• **TASK ITEM**
All lines below containing "await" are to be listed.

[Stored items]
import { expect } from 'vitest';
import type { Page } from 'playwright-core';

/** The day ladder worked by keys alone, as somebody does who never takes a pointer. */
export function readLadder(page: Page) {
	const pieces = page.locator('[data-cell] [data-spot]');
	return {
		pieces,
		piece: (arm: number, visit: number, block: number) =>
			page.locator(`[data-spot="${arm}:${visit}:${block}"]`),
		/** Presses keys one after another; '3 N' is N three times. */
		async press(...keys: string[]): Promise<void> {
			for (const entry of keys) {
				const [, times = '1', key = entry] = /^(\d+) (.+)$/.exec(entry) ?? [];
				for (let count = 0; count < Number(times); count += 1) await page.keyboard.press(key);
			}
		},
		say: () => page.locator('p[role=status]').allTextContents(),
		/** Where one stands, as 'arm:visit:block'. */
		place: () =>
			page.evaluate(() =>
				document.activeElement instanceof HTMLElement
					? (document.activeElement.dataset['spot'] ?? '')
					: ''
			),
		/** Arms times visits times blocks, counted on the page. */
		async expectSize(arms: number, visits: number, blocks: number): Promise<void> {
			await expect.poll(() => pieces.count()).toBe(arms * visits * blocks);
			expect(await page.locator('[data-cell]').count()).toBe(arms * visits);
		}
	};
}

• **TASK ANSWER**
				for (let count = 0; count < Number(times); count += 1) await page.keyboard.press(key);
			await expect.poll(() => pieces.count()).toBe(arms * visits * blocks);
			expect(await page.locator('[data-cell]').count()).toBe(arms * visits);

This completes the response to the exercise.